The list of why Cilantro is so amazing just goes on forever, plus buns love the stuff so why not feed it 

http://www.indepthinfo.com/cilantro/health.shtml
http://factoidz.com/coriander-cilantro-health-benefits-of-coriander/
http://www.healthdiaries.com/eatthis/13-health-benefits-of-coriander-seeds-and-cilantro-leaves.html


----------



## LakeCondo (Nov 7, 2011)

Like anything else, introduce it slowly.


----------



## turnerasylum (Nov 7, 2011)

Stew loves cilantro and parsley. So much so that when she's in the yard, she parks her body in the middle of the patch in our garden and sits like a queen surveying her kingdom. So much for using it in our food. Neither bunny has had messy poops like with kale and too much other greens.

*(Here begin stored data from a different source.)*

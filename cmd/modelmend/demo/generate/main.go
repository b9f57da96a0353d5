// Command generate writes flats.csv, the table of the built-in study. Every figure in it is invented: the town, its districts and
// its flats do not exist. The truth that the rents follow is written in TRUTH.md beside it and held here.
//
//	go run ./cmd/modelmend/demo/generate > cmd/modelmend/demo/flats.csv
package main

import (
	"bufio"
	"fmt"
	"math"
	"math/rand/v2"
	"os"
)

// truth holds the coefficients of ln(rent).
var truth = struct {
	constant, heat, glazing, area, area2, walk, areaWalk, shops, stops float64
	district                                                           map[string]float64
	noise                                                              float64
}{
	constant: 5.55,
	heat:     0.030,    // heating standard, points: the coefficient of interest
	glazing:  0.015,    // glazing standard, points: the same concept, inspected otherwise
	area:     0.0205,   // square metres
	area2:    -0.00006, // its square
	walk:     -0.004,   // minutes on foot to the ferry
	areaWalk: -0.00012,
	shops:    0.0, // shops within ten minutes: no effect
	stops:    0.0, // tram stops within ten minutes: no effect, and nearly a copy of shops
	district: map[string]float64{"Harbour": 0, "Hillside": 0.06, "Meadows": -0.05, "Old Mill": 0.10, "Quarry": -0.12},
	noise:    0.17,
}

func main() {
	w := bufio.NewWriter(os.Stdout)
	defer w.Flush()
	rng := rand.New(rand.NewPCG(20260101, 42))
	fmt.Fprintln(w, "flat,rent,heating,glazing,area,walk,shops,stops,district")
	markers := []string{"", "NA", "n/a", "."}
	for i := range 480 {
		district := pick(rng)
		// Heating and glazing are two inspections of one thing, how well the flat was refitted.
		refit := 5 + 1.8*rng.NormFloat64()
		heating := round(clamp(refit+0.31*rng.NormFloat64(), 0, 12), 1)
		glazing := round(clamp(0.9*refit+0.8+0.28*rng.NormFloat64(), 0, 12), 1)
		area := round(clamp(62+19*rng.NormFloat64(), 22, 130), 0)
		walk := round(clamp(18+7*rng.NormFloat64(), 2, 45), 0)
		// Shops and stops follow how busy the street is, whatever the flat is like.
		busy := math.Exp(2.2 + 0.5*rng.NormFloat64())
		shops := round(clamp(2*busy+0.9*rng.NormFloat64(), 0, 200), 0)
		stops := round(clamp(busy+0.7*rng.NormFloat64(), 0, 100), 0)
		ln := truth.constant + truth.heat*heating + truth.glazing*glazing + truth.area*area + truth.area2*area*area +
			truth.walk*walk + truth.areaWalk*area*walk + truth.shops*shops + truth.stops*stops + truth.district[district] + truth.noise*rng.NormFloat64()
		cells := []string{
			fmt.Sprintf("F%03d", i+1), fmt.Sprintf("%.0f", math.Exp(ln)), fmt.Sprintf("%.1f", heating), fmt.Sprintf("%.1f", glazing),
			fmt.Sprintf("%.0f", area), fmt.Sprintf("%.0f", walk), fmt.Sprintf("%.0f", shops), fmt.Sprintf("%.0f", stops), district,
		}
		if rng.Float64() < 0.025 { // a cell that nobody filled in
			cells[2+rng.IntN(6)] = markers[rng.IntN(len(markers))]
		}
		for j, c := range cells {
			if j > 0 {
				fmt.Fprint(w, ",")
			}
			fmt.Fprint(w, c)
		}
		fmt.Fprintln(w)
	}
}

func pick(rng *rand.Rand) string {
	u := rng.Float64()
	switch {
	case u < 0.30:
		return "Harbour"
	case u < 0.56:
		return "Hillside"
	case u < 0.80:
		return "Meadows"
	case u < 0.95:
		return "Old Mill"
	}
	return "Quarry"
}

func clamp(v, lo, hi float64) float64 { return math.Min(hi, math.Max(lo, v)) }

func round(v float64, digits int) float64 {
	f := math.Pow10(digits)
	return math.Round(v*f) / f
}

They sure run to enjoy it.


----------



## Nancy McClelland (Nov 7, 2011)

All I know about it is that it is our bunnies favorite--they all like it.


----------



## Lucy500 (Nov 7, 2011)

I didnt know it was so good for bunnies! I just feed it because theres always some at my house and Bonkers loves it! Is parsley just as good for them too?


----------



## Watermelons (Nov 7, 2011)

Im not too familiar with the good properties of parsley but I've heard it can be high in calcium which isnt a very good thing for bunnys. So just dont give lots of it.
Might as well stick with Cilantro 

When my turdlets were little I would go through 2 large bunches of Cilantro per week, I would imagine at 4lbs each now, 3 bunches/week sounds about right... if that helps you at all for ammount fed. This was ofcoarse with a whole whack of other leafy greens.


----------



## Lucy500 (Nov 7, 2011)

Ohh ok, thats very good to know about parsley! 
Bonkers salad consists of romaine, cilantro, parsley (which im going to reduce now!) and sometimes chard (if my mom cooks with it hehe). My mother is mexican, so she always has all kinds of herbs in the house to cook with. She recently brought home a dry hibiscus flower named "jamaica" (like the country) that we use to make a drink (agua fresca, it means fresh water). I read that bunnies can eat hibiscus flowers so I gave Bonkers a tiny bit to try and he loved it! I would like to top his salad with it sometimes but I havent because Im not really sure if its safe for him. Does anybody know about it?


----------



## Number1Sticky (Nov 10, 2011)

Thanks, everyone for your help. One of rabbits LOVES it, we actually play a game with it. I'll hand it to her and I need to get her another piece before the other one is gone. She will get very upset with me if we don't play or if I run out of it. But my other rabbits doesn't like it too much, but she eats it. So I will continue to feed it to both of them.


----------



## Acacia-Berry (Nov 10, 2011)

Aw, everytime I buy cilantro it rots in the fridge. I HATE the smell and Acacia never really liked it. However, I had a stint once where I was growing cilantro! I love growing herbs! Maybe I'll try again. Currently I only have marjoram ^.^


----------



## gmas rabbit (Nov 10, 2011)

Benjamin loves it, but the smell make me sick. I have to give him some parsley after to cleanse his breath. lol


----------



## Number1Sticky (Nov 10, 2011)

gmas rabbit wrote:


> Benjamin loves it, but the smell make me sick. I have to give him some parsley after to cleanse his breath. lol



When I first started buying it I couldn't stand the smell of it either. But I've actually grown to like the smell of it now.


----------



## MiniLopHop (Nov 11, 2011)

Nothing gets the buns at my house to run to the refrigerator like cilantro! For the four of them I get 4 bunches of cilantro, 2 bunches each of flat and curly parsley, assorted greens, and a little something sweet each week. I'm very happy that our grocery store has very fresh produce. I also keep a couple cans of plain pumpkin and a frozen box of plain squash on hand because both the rabbits and the turtles love it. You never know what is for dinner at our house but you can count on a mutany if it is late!


----------



## LaylaLop (Nov 11, 2011)

I tried giving Layla a tiny tiny piece of cilantro. She's 3 months old so I didn't want to do too much, so I tried a piece about the size of a split pea and she turned her nose up at it and ate her food around it... 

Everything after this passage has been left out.